Indeed, the one conclusion that can be safely drawn after 30 centuries of fiscal and monetary history is that wealth can be obtained by earning it (which is difficult), or by seizing it—which is much easier, and which is the favorite method of governments.

Of course, if a person seizes another person's property, the action is called a crime; but if done by a government, it is called taxation or "nationalization" or some such euphemism for theft and fraud.

It is worth noting that, at least since the Renaissance, the frauds and thefts of monetary history have been interwoven with a new element: lunacy. The alchemists of the Middle Ages, for instance, searched in vain for the philosophers' stone that would change lead into gold. The alchemists of today (often known as "new economists") haven't found the philosophers' stone either—but they have found a substitute: the Keynesian stone. It turns gold into paper. Which is not too bad. Paper, after all, is a worthwhile commodity.

Unfortunately, the Keynesian stone has a side effect: it also changes those who touch it into philosopher-kings. Philosopher-kings invariably get into government. And today's government, as Ludwig von Mises has noted, is the only institution that can take a worthwhile commodity like paper, slap some ink on it, and make it totally worthless.

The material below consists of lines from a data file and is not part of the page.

namespace MemberScan.Mechanics.States;

/// <summary>A small square of material with two faces across x and two across y or z, and the stresses on them as the plane shows them.</summary>
/// <remarks>
/// Signs: on the face whose outward normal is +x, σ is positive outwards and τ along the other axis; on the face of the other axis the
/// shear stress is the same, positive along +x, and the normal stress is 0; on opposite faces both turn around.
/// </remarks>
/// <param name="Plane">The plane.</param>
/// <param name="Sigma">Normal stress on the faces across x [Pa], tension positive.</param>
/// <param name="Tau">Shear stress on all four faces [Pa]: τxy = τyx or τxz = τzx.</param>
public readonly record struct StressElement(ElementPlane Plane, double Sigma, double Tau)
{
    /// <summary>Largest normal stress in this plane [Pa], ≥ 0; the principal stress where the other shear stress is zero.</summary>
    public double Largest => 0.5 * (Sigma + Diameter);

    /// <summary>Smallest normal stress in this plane [Pa], ≤ 0.</summary>
    public double Smallest => 0.5 * (Sigma - Diameter);

    /// <summary>Angle from x towards the other axis of the direction of <see cref="Largest"/> [rad], in [−π/2, π/2].</summary>
    public double Angle => 0.5 * Math.Atan2(2 * Tau, Sigma);

    private double Diameter => double.Hypot(Sigma, 2 * Tau);
}
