using MemberScan.Foundation.Geometry;

namespace MemberScan.Statics.Sparse;

/// <summary>An order of elimination by nested dissection: a small set of nodes that parts the rest comes last, each part alike.</summary>
/// <remarks>
/// Cuts are sought across the three axes at and beside the median, and by distance in the graph; of each the smallest set of nodes that
/// covers the cut edges is taken (König's theorem on bipartite graphs). Small parts are ordered by minimum degree, the nodes around
/// them counted but not eliminated.
/// </remarks>
internal sealed class NestedDissection
{
    /// <summary>Parts up to this many nodes are not cut further.</summary>
    private const int LargestLeaf = 120;

    private readonly NodeGraph _graph;
    private readonly int[] _part;
    private readonly int[] _order;
    private int _partCount;
    private int _filled;

    private NestedDissection(NodeGraph graph)
    {
        _graph = graph;
        _part = new int[graph.Count];
        _order = new int[graph.Count];
    }

    /// <summary>The order: nodes in the sequence of their elimination. Nodes without unknowns come first.</summary>
    public static int[] Order(NodeGraph graph)
    {
        var made = new NestedDissection(graph);
        for (var v = 0; v < graph.Count; v++)
            if (graph.Weight[v] == 0) (made._order[made._filled++], made._part[v]) = (v, -1);
        made.Run([.. Enumerable.Range(0, graph.Count).Where(v => graph.Weight[v] > 0)]);
        return made._order;
    }

    // Parts wait on a stack, separators too: what is eliminated last goes down first.
    private void Run(int[] all)
    {
        var waiting = new Stack<(int[] Nodes, bool IsSeparator)>();
        waiting.Push((all, false));
        while (waiting.Count > 0)
        {
            var (nodes, isSeparator) = waiting.Pop();
            if (isSeparator)
            {
                foreach (var v in nodes) _order[_filled++] = v;
                continue;
            }

            var part = ++_partCount;
            foreach (var v in nodes) _part[v] = part;
            if (nodes.Length > LargestLeaf && Best(nodes, part) is { } cut)
            {
                waiting.Push((cut.Separator, true));
                waiting.Push((cut.After, false));
                waiting.Push((cut.Before, false));
            }
            else if (nodes.Length > 0) Leaf(nodes, part);
        }
    }

    private void Leaf(int[] nodes, int part)
    {
        if (nodes.Length > 16 * LargestLeaf)                                     // no cut was found: a graph of full rows
        {
            foreach (var v in nodes) _order[_filled++] = v;
            return;
        }

        foreach (var v in MinimumDegree.Order(_graph, nodes, v => _part[v] == part)) _order[_filled++] = v;
    }

    private Cut? Best(int[] nodes, int part)
    {
        Cut? best = null;
        foreach (var sorted in Sortings(nodes, part))
        {
            foreach (var size in Sizes(sorted.Nodes, sorted.Key))
            {
                var cut = Cut.Of(_graph, sorted.Nodes, size, _part, part);
                if (cut.Before.Length > 0 && cut.After.Length > 0 && (best is null || cut.Cost < best.Cost)) best = cut;
            }
        }

        return best;
    }

    private IEnumerable<(int[] Nodes, Func<int, double> Key)> Sortings(int[] nodes, int part)
    {
        var p = _graph.Positions;
        Func<int, Vector3>[] keys = [v => p[v], v => new(p[v].Y, p[v].Z, p[v].X), v => new(p[v].Z, p[v].X, p[v].Y)];
        foreach (var key in keys) yield return ([.. nodes.OrderBy(v => key(v).X).ThenBy(v => key(v).Y).ThenBy(v => key(v).Z).ThenBy(v => v)], v => key(v).X);

        var distance = DistanceInGraph.From(_graph, nodes, v => _part[v] == part);
        yield return ([.. nodes.OrderBy(v => distance[v]).ThenBy(v => v)], v => distance[v]);
    }

    // The middle, and the nearest places beside it where the key changes.
    private static IEnumerable<int> Sizes(int[] sorted, Func<int, double> key)
    {
        var middle = sorted.Length / 2;
        var (before, after) = (middle, middle);
        var tolerance = 1e-9 * (Math.Abs(key(sorted[0])) + Math.Abs(key(sorted[^1])));
        while (before > 0 && Math.Abs(key(sorted[before - 1]) - key(sorted[middle])) <= tolerance) before--;
        while (after < sorted.Length && Math.Abs(key(sorted[after]) - key(sorted[middle])) <= tolerance) after++;
        return new[] { middle, before, after }.Where(size => size > 0 && size < sorted.Length).Distinct();
    }
}
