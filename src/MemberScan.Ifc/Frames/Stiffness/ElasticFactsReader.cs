using MemberScan.Ifc.Units;
using MemberScan.Part21;

namespace MemberScan.Ifc.Frames.Stiffness;

/// <summary>Shear modulus, density and thermal expansion from the property entities of the three schemas.</summary>
internal sealed class ElasticFactsReader
{
    /// <summary>Values outside these ranges are taken for slips of the unit: G [Pa], density [kg/m³], expansion [1/K].</summary>
    private static readonly (double Least, double Most) s_shear = (0.2e9, 400e9), s_density = (100, 25_000), s_expansion = (1e-7, 1e-3);

    private readonly Instances _instances;
    private readonly ModelUnits _units;
    private readonly UnitReader _unitReader;
    private readonly Dictionary<ulong, ElasticFacts> _facts = [];

    public ElasticFactsReader(Instances instances, ModelUnits units, UnitReader unitReader)
    {
        (_instances, _units, _unitReader) = (instances, units, unitReader);
        foreach (var r in instances.File.RecordsOf("IFCMATERIALPROPERTIES")) WithSet(r[3], r[2]);
        foreach (var r in instances.File.RecordsOf("IFCEXTENDEDMATERIALPROPERTIES")) WithSet(r[0], r[1]);
        foreach (var r in instances.File.RecordsOf("IFCGENERALMATERIALPROPERTIES")) Add(r[0], new ElasticFacts(null, In(r[3], "MASSDENSITYUNIT", s_density), null));
        foreach (var keyword in (string[])["IFCMECHANICALMATERIALPROPERTIES", "IFCMECHANICALSTEELMATERIALPROPERTIES", "IFCMECHANICALCONCRETEMATERIALPROPERTIES"])
            foreach (var r in instances.File.RecordsOf(keyword))
                Add(r[0], new ElasticFacts(In(r[3], "SHEARMODULUSUNIT", s_shear) ?? In(r[3], "MODULUSOFELASTICITYUNIT", s_shear), null, In(r[5], "THERMALEXPANSIONCOEFFICIENTUNIT", s_expansion, otherwise: 1)));
    }

    /// <summary>What is known of a material by its STEP id.</summary>
    public ElasticFacts Of(ulong material) => _facts.GetValueOrDefault(material) ?? ElasticFacts.None;

    private void WithSet(Part21Value material, Part21Value properties)
    {
        foreach (var property in _instances.FollowAll(properties))
        {
            if (property.Keyword != "IFCPROPERTYSINGLEVALUE") continue;

            switch (Instances.Text(property[0]).Trim().ToUpperInvariant())
            {
                case "SHEARMODULUS": Add(material, new ElasticFacts(Single(property, ["SHEARMODULUSUNIT", "MODULUSOFELASTICITYUNIT"], s_shear, null), null, null)); break;
                case "MASSDENSITY": Add(material, new ElasticFacts(null, Single(property, ["MASSDENSITYUNIT"], s_density, null), null)); break;
                case "THERMALEXPANSIONCOEFFICIENT": Add(material, new ElasticFacts(null, null, Single(property, ["THERMALEXPANSIONCOEFFICIENTUNIT"], s_expansion, 1))); break;
            }
        }
    }

    private double? Single(Part21Record property, string[] unitTypes, (double Least, double Most) range, double? otherwise)
    {
        if (Instances.Real(property[2]) is not { } value) return null;

        var factor = _instances.TryFollow(property[3], out var own) ? _unitReader.Factor(own)
            : property[3].IsEmpty ? unitTypes.Select(_units.FactorOf).FirstOrDefault(f => f is not null) ?? otherwise
            : null;
        return Within(value * factor, range);
    }

    private double? In(Part21Value value, string unitType, (double Least, double Most) range, double? otherwise = null) =>
        Instances.Real(value) is { } number ? Within(number * (_units.FactorOf(unitType) ?? otherwise), range) : null;

    private static double? Within(double? value, (double Least, double Most) range) => value >= range.Least && value <= range.Most ? value : null;

    private void Add(Part21Value material, ElasticFacts more)
    {
        if (!material.TryReference(out var id)) return;

        var known = Of(id);
        _facts[id] = new ElasticFacts(known.ShearModulus ?? more.ShearModulus, known.Density ?? more.Density, known.Expansion ?? more.Expansion);
    }
}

Case in point: the U.S. dollar.

The U.S. dollar is worth 1/42.5 of an ounce of gold, according to current mythology. Like all myths, this too is based on some fragment of fact—which in this case is the U.S. monetary reserve of less than $11 billion. Considering the hundreds of billions of dollars now circulating, not to mention the more than $100 billion of U.S. short-term liabilities abroad or the $465 billion National Debt, it's hard to think of the dollar as worth anything other than what people (or other nations, from the Arabs to the Zambians) are willing to exchange for it—which, these days, is less and less.

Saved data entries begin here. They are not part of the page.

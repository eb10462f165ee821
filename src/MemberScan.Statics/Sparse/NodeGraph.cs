using MemberScan.Foundation.Geometry;

namespace MemberScan.Statics.Sparse;

/// <summary>Which nodes are joined: neighbours of each, without itself, rising; with the places of the nodes.</summary>
/// <param name="Start">Where the neighbours of a node begin; one more than there are nodes.</param>
/// <param name="Neighbours">The neighbours.</param>
/// <param name="Positions">Places of the nodes; any numbers do, they only guide the cuts.</param>
/// <param name="Weight">Number of unknowns of each node.</param>
internal sealed record NodeGraph(int[] Start, int[] Neighbours, Vector3[] Positions, int[] Weight)
{
    /// <summary>Number of nodes.</summary>
    public int Count => Weight.Length;

    /// <summary>Neighbours of a node.</summary>
    public ReadOnlySpan<int> Of(int node) => Neighbours.AsSpan(Start[node]..Start[node + 1]);

    /// <summary>The graph of the lower triangle of a pattern.</summary>
    /// <param name="columnsOf">Columns of a row, the diagonal included.</param>
    /// <param name="positions">Places of the nodes.</param>
    /// <param name="weight">Number of unknowns of each node; nodes without any are left without neighbours.</param>
    public static NodeGraph Of(Func<int, ReadOnlyMemory<int>> columnsOf, Vector3[] positions, int[] weight)
    {
        var n = weight.Length;
        var start = new int[n + 1];
        for (var row = 0; row < n; row++)
            foreach (var column in columnsOf(row).Span)
                if (column != row && weight[row] > 0 && weight[column] > 0) (start[row + 1], start[column + 1]) = (start[row + 1] + 1, start[column + 1] + 1);
        for (var i = 0; i < n; i++) start[i + 1] += start[i];
        var (next, neighbours) = (start[..^1].ToArray(), new int[start[n]]);
        for (var row = 0; row < n; row++)
        {
            foreach (var column in columnsOf(row).Span)
            {
                if (column == row || weight[row] == 0 || weight[column] == 0) continue;
                neighbours[next[row]++] = column;
                neighbours[next[column]++] = row;
            }
        }

        for (var i = 0; i < n; i++) Array.Sort(neighbours, start[i], start[i + 1] - start[i]);
        return new NodeGraph(start, neighbours, positions, weight);
    }
}
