/**
 * A bar of unit length along +x with the outline in y and z.
 * @param {number[][]} rings
 */
function barOf(rings) {
  /** @param {number[]} ring */
  const points = (ring) => Array.from({ length: ring.length / 2 }, (_, i) => new Vector2(ring[2 * i], ring[2 * i + 1]));
  const [outer, ...holes] = rings.map(points);
  if (ShapeUtils.isClockWise(outer)) outer.reverse();
  for (const hole of holes) if (!ShapeUtils.isClockWise(hole)) hole.reverse();
  const shape = new Shape(outer);
  shape.holes = holes.map((hole) => new Path(hole));

  /** @type {number[]} */
  const position = [];
  /** @type {number[]} */
  const normal = [];
  for (const ring of [outer, ...holes])
    ring.forEach((p, i) => {
      const q = ring[(i + 1) % ring.length];
      const [dy, dz] = [q.x - p.x, q.y - p.y];
      const size = Math.hypot(dy, dz) || 1;
      position.push(0, p.x, p.y, 1, p.x, p.y, 1, q.x, q.y, 0, p.x, p.y, 1, q.x, q.y, 0, q.x, q.y);
      for (let k = 0; k < 6; k++) normal.push(0, dz / size, -dy / size);
    });
  const all = [outer, ...holes].flat();
  for (const [a, b, c] of ShapeUtils.triangulateShape(outer, holes))
    for (const [x, order] of /** @type {[number, number[]][]} */ ([[0, [a, c, b]], [1, [a, b, c]]]))
      for (const i of order) {
        position.push(x, all[i].x, all[i].y);
        normal.push(x === 0 ? -1 : 1, 0, 0);
      }

  const geometry = new BufferGeometry();
  geometry.setAttribute('position', new BufferAttribute(new Float32Array(position), 3));
  geometry.setAttribute('normal', new BufferAttribute(new Float32Array(normal), 3));
  return geometry;
}

/** @param {number[][]} rings */
function sizeOf(rings) {
  return 2 * Math.max(...rings[0].map(Math.abs));
}

/**
 * The rectangle around an outline.
 * @param {number[][]} rings
 */
function boxOf(rings) {
  const [y, z] = [0, 1].map((k) => rings[0].filter((_, i) => i % 2 === k));
  const [y0, y1, z0, z1] = [Math.min(...y), Math.max(...y), Math.min(...z), Math.max(...z)];
  return [[y0, z0, y1, z0, y1, z1, y0, z1]];
}

/**
 * @param {string} tag
 * @param {string} style
 * @param {string} text
 */
function element(tag, style = '', text = '') {
  const made = document.createElement(tag);
  if (style) made.className = style;
  if (text) made.textContent = text;
  return made;
}
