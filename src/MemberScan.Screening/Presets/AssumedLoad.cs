using MemberScan.Foundation.Geometry;

namespace MemberScan.Screening.Presets;

/// <summary>An assumed load on a member, in its local axes.</summary>
/// <param name="Force">Force [N]; of a stretch per length [N/m].</param>
/// <param name="From">Where it begins [m]; of a point load its place.</param>
/// <param name="To">Where it ends [m]; the same as <paramref name="From"/> for a point load.</param>
internal readonly record struct AssumedLoad(Vector3 Force, double From, double To)
{
    /// <summary>Whether it acts at one place.</summary>
    public bool IsPoint => From.Equals(To);
}
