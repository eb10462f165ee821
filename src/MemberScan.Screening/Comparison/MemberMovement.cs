using System.Collections.Immutable;
using System.Globalization;
using MemberScan.Model.Verdicts;
using MemberScan.Screening.Record;

namespace MemberScan.Screening.Comparison;

/// <summary>One candidate in two runs.</summary>
/// <param name="Earlier">It in the earlier run; null when it is new.</param>
/// <param name="Later">It in the later run; null when it is gone.</param>
/// <param name="MatchedBy">By what it was found again; null when it stands in one run only.</param>
/// <param name="Movement">What became of it.</param>
/// <param name="Changes">Inputs that changed.</param>
public sealed record MemberMovement(MemberResult? Earlier, MemberResult? Later, MatchedBy? MatchedBy, Movement Movement, ImmutableArray<InputChange> Changes)
{
    /// <summary>Rise of a utilization above which an overstressed candidate counts as worse [-].</summary>
    public const double Rise = 1e-6;

    /// <summary>The later state, else the earlier one.</summary>
    public MemberResult Latest => Later ?? Earlier!;

    /// <summary>Whether the GlobalId is another and the candidate was found again all the same.</summary>
    public bool IsReidentified => MatchedBy is Comparison.MatchedBy.Tag or Comparison.MatchedBy.Axis;

    /// <summary>Change of the utilization [-]; null where either is not known.</summary>
    public double? Rising => Later?.Governing?.Utilization - Earlier?.Governing?.Utilization;

    /// <summary>Whether something became worse: newly overstressed, more overstressed, no verdict any more, or new without being within the limit.</summary>
    public bool IsWorse => Movement switch
    {
        Movement.BecameOverstressed or Movement.NoLongerChecked => true,
        Movement.StillOverstressed => Rising is not { } rising || rising > Rise,
        Movement.New => Later!.Verdict != Verdict.WithinLimit,
        _ => false,
    };

    /// <summary>What became of it in one line, such as <c>became overstressed, section changed</c>.</summary>
    public string Words
    {
        get
        {
            var parts = new List<string> { MovementText.Of(Movement) };
            if (Movement == Movement.StillOverstressed && Rising is { } rising)
                parts.Add(string.Create(CultureInfo.InvariantCulture, $"{Earlier!.Governing!.Utilization:0.000} → {Later!.Governing!.Utilization:0.000} ({rising:+0.000;-0.000;0.000})"));
            if (Movement is Movement.New or Movement.Gone) parts.Add(VerdictText.Of(Latest.Verdict));
            if (Movement == Movement.ChangedInput) parts[0] = $"changed input: {string.Join(", ", Changes.Select(c => c.What))}";
            else parts.AddRange(Changes.Select(c => c.What + " changed"));
            if (IsReidentified) parts.Add(MatchedBy == Comparison.MatchedBy.Tag ? "re-identified by its tag" : "re-identified by class, axis and section");
            return string.Join(", ", parts);
        }
    }
}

"But the worth of the dollar rests on the strength and productivity of U.S. industry," we are told. Which is true, but inaccurate because—though the U.S. government has the monopoly of the country's currency and can do to it whatever it pleases—the government does not have a monopoly over U.S. industries and cannot do to them whatever it pleases. At least, not yet. Foreigners are still willing to extend credit to any American capable of producing goods and services; but these same foreigners have not been exactly eager to extend credit to the U.S. government since, shall we say, August 15, 1971, to pick a date a random. Several other governments are in a similar fix, if that's any solace.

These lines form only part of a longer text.